▸ Exercise aim:
Extract from the entries below, exactly as given, only the lines from the line containing "for (let ax" to the line containing "const rank = Math.floor(r() * 5);", both lines included.

▸ Dataset records:

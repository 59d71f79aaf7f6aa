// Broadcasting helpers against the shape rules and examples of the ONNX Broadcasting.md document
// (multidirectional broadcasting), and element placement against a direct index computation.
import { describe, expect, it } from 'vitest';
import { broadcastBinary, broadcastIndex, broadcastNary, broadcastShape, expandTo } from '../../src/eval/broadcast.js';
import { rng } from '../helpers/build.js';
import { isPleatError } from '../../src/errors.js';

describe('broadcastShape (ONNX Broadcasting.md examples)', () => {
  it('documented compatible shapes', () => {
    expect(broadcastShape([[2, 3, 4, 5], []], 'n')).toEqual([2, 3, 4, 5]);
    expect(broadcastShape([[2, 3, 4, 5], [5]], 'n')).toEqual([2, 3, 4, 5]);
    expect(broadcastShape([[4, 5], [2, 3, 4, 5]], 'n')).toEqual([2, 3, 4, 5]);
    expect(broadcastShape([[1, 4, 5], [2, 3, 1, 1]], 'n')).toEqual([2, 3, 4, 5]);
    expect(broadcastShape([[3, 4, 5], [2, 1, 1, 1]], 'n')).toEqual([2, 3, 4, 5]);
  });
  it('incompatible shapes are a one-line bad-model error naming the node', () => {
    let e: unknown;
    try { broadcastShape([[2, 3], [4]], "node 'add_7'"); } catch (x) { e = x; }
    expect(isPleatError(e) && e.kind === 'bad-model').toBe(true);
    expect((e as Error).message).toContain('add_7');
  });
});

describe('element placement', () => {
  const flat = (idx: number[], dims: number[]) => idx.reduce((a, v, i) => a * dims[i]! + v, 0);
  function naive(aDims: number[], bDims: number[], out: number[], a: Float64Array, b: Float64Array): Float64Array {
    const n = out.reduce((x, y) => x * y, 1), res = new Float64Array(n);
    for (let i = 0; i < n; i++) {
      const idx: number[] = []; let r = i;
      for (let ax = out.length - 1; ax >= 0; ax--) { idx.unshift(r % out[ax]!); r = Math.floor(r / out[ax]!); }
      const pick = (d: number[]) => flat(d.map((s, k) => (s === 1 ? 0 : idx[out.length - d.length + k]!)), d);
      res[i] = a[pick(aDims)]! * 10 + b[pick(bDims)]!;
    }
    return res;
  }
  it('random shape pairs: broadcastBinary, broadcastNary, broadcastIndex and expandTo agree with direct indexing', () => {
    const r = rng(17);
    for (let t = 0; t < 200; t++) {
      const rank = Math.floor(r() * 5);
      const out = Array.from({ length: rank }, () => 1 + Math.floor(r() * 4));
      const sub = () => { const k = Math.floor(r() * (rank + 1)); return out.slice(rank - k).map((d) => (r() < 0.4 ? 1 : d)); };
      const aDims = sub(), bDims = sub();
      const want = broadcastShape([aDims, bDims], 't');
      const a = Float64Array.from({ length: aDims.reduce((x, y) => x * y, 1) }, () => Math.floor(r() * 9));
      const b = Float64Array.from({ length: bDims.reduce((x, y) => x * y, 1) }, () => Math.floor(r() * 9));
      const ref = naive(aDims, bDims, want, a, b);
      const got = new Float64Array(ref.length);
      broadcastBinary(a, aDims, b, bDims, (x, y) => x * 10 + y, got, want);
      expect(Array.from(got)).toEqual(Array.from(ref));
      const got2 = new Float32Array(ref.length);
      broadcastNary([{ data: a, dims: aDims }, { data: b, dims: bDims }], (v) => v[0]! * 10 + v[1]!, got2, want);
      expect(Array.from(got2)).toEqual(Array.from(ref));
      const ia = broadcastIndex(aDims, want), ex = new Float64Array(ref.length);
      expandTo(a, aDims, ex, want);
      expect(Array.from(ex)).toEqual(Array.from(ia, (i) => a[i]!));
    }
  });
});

...

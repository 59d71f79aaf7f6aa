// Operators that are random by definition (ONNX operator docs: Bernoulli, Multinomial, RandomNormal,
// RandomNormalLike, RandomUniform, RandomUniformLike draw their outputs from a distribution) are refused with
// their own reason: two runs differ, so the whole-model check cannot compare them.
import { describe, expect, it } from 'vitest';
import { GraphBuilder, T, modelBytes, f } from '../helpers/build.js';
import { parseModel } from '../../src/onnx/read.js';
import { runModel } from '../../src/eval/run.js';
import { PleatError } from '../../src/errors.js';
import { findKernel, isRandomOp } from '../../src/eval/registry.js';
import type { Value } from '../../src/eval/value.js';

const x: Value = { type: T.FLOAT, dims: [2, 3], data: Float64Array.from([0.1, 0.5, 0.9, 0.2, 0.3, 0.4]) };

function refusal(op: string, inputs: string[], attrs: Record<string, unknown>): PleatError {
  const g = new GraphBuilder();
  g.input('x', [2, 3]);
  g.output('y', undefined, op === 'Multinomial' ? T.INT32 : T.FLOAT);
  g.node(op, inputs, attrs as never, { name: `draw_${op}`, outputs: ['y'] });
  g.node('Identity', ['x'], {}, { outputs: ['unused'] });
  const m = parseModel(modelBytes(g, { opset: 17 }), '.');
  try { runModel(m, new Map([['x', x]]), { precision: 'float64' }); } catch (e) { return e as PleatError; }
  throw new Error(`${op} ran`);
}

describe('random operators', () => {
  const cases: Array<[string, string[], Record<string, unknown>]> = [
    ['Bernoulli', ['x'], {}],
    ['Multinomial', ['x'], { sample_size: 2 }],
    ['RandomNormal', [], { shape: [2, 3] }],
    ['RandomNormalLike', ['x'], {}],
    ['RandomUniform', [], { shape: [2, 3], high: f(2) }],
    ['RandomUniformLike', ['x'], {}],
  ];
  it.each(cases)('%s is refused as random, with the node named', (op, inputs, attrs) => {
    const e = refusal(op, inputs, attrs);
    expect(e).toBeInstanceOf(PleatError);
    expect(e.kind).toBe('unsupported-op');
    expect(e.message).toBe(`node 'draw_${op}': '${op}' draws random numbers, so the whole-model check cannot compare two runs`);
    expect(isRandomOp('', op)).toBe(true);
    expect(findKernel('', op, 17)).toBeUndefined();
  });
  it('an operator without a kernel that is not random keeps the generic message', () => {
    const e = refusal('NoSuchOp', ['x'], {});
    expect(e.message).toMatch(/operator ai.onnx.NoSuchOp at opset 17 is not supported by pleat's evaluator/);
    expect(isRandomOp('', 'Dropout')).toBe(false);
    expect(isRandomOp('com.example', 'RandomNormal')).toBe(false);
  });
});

▸ Worked solution:
      for (let ax = out.length - 1; ax >= 0; ax--) { idx.unshift(r % out[ax]!); r = Math.floor(r / out[ax]!); }
      const pick = (d: number[]) => flat(d.map((s, k) => (s === 1 ? 0 : idx[out.length - d.length + k]!)), d);
      res[i] = a[pick(aDims)]! * 10 + b[pick(bDims)]!;
    }
    return res;
  }
  it('random shape pairs: broadcastBinary, broadcastNary, broadcastIndex and expandTo agree with direct indexing', () => {
    const r = rng(17);
    for (let t = 0; t < 200; t++) {
      const rank = Math.floor(r() * 5);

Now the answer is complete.